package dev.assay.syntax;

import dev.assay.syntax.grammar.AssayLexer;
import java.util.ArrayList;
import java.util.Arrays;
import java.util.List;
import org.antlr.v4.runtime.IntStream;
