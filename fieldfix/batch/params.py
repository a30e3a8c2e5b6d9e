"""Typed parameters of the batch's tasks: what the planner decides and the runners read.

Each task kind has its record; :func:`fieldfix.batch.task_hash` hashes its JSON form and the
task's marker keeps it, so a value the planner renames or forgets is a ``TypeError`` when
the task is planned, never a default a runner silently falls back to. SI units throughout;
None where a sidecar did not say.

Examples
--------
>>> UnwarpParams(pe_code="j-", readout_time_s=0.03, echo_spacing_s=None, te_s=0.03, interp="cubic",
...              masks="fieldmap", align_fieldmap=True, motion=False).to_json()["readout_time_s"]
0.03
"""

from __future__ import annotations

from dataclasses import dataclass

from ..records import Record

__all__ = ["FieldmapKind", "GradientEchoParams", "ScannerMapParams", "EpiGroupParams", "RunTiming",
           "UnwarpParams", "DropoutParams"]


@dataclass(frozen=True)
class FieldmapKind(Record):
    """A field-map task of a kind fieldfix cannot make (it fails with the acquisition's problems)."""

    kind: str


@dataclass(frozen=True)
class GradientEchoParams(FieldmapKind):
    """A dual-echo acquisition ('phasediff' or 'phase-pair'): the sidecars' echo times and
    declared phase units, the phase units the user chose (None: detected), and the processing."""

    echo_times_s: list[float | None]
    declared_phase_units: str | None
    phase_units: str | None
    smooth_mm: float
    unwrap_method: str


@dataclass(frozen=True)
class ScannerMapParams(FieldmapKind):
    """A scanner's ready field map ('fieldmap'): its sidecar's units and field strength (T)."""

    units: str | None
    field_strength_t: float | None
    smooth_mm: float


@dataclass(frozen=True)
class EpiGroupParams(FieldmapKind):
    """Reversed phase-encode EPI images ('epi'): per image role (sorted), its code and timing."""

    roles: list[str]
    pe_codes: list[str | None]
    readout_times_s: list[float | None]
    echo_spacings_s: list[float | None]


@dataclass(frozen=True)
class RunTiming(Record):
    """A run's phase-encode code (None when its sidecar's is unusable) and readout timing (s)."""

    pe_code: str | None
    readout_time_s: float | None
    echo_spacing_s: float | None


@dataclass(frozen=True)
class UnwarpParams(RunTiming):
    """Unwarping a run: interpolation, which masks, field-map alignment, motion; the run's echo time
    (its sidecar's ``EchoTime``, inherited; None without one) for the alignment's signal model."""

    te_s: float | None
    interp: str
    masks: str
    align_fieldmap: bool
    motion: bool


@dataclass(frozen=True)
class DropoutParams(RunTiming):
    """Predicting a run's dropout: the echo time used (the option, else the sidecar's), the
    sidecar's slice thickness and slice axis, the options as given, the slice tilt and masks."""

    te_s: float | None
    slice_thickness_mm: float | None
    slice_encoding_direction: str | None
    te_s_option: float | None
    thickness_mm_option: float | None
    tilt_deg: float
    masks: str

--- --- ---

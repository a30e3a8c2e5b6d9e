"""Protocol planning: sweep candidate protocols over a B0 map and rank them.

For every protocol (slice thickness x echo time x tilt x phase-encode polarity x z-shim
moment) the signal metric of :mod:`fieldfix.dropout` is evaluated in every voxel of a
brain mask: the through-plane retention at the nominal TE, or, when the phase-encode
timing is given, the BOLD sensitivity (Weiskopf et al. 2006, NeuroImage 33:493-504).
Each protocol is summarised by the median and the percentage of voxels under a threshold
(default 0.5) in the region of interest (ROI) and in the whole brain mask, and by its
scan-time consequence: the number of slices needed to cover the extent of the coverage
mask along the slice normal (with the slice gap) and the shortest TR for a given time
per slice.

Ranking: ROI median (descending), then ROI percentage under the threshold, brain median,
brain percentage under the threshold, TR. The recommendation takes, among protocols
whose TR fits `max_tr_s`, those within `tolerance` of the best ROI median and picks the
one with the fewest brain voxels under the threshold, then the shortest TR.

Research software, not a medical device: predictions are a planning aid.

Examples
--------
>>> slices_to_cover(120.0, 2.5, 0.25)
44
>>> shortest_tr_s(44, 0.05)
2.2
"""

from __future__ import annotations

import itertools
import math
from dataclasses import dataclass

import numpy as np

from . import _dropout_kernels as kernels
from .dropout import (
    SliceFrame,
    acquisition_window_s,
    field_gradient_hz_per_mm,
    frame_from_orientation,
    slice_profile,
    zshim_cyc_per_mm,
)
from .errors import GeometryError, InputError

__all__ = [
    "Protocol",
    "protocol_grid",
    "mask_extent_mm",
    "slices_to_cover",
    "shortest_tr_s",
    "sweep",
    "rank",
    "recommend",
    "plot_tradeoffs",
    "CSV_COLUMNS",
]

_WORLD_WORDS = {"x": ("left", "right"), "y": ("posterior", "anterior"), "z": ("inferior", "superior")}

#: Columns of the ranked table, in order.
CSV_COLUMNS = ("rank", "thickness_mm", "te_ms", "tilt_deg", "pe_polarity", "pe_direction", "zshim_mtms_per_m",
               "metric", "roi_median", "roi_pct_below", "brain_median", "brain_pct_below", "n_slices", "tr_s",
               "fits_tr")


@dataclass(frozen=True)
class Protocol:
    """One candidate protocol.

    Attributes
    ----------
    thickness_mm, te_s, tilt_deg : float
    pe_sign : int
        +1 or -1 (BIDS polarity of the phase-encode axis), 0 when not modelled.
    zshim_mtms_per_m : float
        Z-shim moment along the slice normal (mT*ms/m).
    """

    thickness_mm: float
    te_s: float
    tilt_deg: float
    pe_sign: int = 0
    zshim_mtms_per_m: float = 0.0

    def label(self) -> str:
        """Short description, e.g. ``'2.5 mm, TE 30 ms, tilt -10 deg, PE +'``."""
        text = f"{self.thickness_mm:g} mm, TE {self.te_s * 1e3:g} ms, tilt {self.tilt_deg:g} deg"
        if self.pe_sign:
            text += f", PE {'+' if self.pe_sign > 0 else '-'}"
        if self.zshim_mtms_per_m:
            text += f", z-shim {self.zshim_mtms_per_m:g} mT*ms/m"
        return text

--- --- ---

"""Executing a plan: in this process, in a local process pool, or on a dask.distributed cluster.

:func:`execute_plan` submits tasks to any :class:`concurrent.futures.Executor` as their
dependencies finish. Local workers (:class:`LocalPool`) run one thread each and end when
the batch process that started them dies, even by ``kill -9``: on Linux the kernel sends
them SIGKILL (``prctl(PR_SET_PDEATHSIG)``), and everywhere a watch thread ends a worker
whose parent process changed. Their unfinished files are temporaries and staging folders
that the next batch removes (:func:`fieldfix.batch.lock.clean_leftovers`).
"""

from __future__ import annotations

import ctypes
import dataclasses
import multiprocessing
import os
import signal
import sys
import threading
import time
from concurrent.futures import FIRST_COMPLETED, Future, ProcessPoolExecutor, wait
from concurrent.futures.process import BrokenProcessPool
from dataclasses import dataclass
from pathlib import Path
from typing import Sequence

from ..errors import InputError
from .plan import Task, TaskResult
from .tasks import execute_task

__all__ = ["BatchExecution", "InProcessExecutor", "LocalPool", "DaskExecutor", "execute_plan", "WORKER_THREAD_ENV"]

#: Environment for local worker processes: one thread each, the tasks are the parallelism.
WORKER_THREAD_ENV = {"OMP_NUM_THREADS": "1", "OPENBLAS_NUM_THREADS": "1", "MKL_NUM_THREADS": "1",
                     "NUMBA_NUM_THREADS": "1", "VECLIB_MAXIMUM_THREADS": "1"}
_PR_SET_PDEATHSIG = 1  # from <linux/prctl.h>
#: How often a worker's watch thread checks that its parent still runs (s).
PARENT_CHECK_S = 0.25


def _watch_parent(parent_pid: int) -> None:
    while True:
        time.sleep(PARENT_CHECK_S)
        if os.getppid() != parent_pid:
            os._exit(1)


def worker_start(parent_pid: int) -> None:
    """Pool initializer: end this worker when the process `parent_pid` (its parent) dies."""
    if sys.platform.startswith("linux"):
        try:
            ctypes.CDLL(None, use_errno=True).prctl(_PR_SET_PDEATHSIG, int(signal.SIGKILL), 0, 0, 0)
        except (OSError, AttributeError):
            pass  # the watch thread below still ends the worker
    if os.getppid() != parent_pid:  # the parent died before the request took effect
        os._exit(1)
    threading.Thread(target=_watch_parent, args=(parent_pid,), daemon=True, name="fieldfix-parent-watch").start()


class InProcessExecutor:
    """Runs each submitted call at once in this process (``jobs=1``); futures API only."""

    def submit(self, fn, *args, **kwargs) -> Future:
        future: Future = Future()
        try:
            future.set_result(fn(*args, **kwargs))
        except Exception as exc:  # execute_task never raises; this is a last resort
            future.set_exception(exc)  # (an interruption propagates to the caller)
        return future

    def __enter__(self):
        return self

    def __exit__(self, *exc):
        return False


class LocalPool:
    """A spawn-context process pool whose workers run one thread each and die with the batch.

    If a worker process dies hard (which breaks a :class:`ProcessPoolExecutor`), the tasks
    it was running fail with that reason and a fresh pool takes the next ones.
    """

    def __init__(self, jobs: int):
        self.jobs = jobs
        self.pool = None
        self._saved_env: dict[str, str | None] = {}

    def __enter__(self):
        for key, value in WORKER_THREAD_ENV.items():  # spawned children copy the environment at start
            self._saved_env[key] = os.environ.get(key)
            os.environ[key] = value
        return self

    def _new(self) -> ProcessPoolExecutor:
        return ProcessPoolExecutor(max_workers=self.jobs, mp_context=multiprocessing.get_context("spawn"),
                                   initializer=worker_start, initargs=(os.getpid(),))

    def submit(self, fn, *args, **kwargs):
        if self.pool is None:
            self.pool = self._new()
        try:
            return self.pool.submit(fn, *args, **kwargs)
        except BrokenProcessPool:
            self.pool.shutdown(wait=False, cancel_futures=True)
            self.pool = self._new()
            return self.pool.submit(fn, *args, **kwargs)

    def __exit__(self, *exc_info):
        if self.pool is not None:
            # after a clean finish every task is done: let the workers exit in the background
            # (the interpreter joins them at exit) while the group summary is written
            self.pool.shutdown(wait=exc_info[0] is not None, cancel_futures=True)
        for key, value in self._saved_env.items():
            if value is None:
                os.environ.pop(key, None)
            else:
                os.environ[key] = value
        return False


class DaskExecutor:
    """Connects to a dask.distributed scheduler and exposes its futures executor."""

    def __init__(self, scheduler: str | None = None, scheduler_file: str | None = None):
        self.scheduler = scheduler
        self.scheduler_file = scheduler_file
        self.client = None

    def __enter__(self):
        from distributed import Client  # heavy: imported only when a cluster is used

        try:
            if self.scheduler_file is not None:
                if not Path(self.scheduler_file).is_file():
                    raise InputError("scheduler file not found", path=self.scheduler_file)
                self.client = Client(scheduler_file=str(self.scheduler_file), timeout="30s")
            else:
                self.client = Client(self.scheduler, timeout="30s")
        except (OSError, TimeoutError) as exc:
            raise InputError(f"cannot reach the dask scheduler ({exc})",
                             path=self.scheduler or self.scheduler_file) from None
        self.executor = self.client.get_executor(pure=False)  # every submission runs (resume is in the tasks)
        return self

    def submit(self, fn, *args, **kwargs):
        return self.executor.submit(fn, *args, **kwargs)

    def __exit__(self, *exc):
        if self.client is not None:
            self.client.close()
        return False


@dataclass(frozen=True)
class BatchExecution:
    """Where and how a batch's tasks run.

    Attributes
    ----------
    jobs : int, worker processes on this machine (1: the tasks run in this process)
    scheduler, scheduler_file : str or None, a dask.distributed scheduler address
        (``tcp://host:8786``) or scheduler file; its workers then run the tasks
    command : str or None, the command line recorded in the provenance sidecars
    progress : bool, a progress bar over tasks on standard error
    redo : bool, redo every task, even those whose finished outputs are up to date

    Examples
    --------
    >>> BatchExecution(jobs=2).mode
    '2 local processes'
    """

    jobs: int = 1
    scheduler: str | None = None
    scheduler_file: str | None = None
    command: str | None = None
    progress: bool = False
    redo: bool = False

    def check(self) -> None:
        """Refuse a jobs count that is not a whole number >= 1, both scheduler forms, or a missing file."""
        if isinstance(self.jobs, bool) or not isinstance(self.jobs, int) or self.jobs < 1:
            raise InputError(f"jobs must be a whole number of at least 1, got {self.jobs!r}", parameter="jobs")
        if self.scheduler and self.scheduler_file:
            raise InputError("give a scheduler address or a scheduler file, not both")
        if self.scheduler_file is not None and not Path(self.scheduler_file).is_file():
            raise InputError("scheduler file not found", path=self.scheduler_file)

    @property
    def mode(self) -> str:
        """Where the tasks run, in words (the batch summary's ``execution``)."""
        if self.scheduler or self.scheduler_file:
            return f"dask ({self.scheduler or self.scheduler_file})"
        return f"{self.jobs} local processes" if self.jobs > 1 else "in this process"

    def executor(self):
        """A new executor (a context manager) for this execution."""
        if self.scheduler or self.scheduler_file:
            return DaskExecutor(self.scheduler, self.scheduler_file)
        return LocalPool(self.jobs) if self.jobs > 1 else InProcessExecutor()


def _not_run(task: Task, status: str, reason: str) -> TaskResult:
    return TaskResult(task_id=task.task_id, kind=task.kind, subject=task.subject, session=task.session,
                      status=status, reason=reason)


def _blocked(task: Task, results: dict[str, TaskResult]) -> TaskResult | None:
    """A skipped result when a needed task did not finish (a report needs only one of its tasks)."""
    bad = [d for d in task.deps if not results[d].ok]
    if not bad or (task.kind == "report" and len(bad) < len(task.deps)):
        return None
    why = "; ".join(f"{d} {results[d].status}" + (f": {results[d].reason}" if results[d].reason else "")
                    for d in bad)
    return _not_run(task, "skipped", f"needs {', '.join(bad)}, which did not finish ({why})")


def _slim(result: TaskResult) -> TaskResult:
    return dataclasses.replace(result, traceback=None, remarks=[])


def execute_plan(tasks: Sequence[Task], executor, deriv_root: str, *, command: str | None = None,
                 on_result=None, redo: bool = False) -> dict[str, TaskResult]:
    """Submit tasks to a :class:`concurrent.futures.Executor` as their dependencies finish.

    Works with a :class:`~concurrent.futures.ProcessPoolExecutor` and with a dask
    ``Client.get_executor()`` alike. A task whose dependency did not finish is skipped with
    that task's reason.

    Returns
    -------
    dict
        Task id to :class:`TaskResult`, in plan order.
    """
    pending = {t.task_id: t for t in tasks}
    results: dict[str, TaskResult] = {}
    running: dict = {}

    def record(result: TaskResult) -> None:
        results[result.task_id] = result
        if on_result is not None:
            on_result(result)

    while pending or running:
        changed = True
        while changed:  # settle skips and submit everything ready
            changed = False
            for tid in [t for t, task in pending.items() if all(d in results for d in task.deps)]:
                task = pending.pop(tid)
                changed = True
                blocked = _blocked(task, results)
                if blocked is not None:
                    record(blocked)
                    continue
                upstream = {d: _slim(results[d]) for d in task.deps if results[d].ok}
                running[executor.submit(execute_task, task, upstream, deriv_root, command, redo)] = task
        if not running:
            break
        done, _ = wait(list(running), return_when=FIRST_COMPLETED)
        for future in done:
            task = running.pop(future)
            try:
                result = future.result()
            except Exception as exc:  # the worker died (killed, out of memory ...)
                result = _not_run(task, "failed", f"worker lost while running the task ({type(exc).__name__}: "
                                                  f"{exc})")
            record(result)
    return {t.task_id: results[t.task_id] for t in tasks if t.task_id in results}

--- --- ---

### DIRECTIONS
Pull each line containing the word "pending" out of the data above.

### WRITTEN RESPONSE
    pending = {t.task_id: t for t in tasks}
    while pending or running:
            for tid in [t for t, task in pending.items() if all(d in results for d in task.deps)]:
                task = pending.pop(tid)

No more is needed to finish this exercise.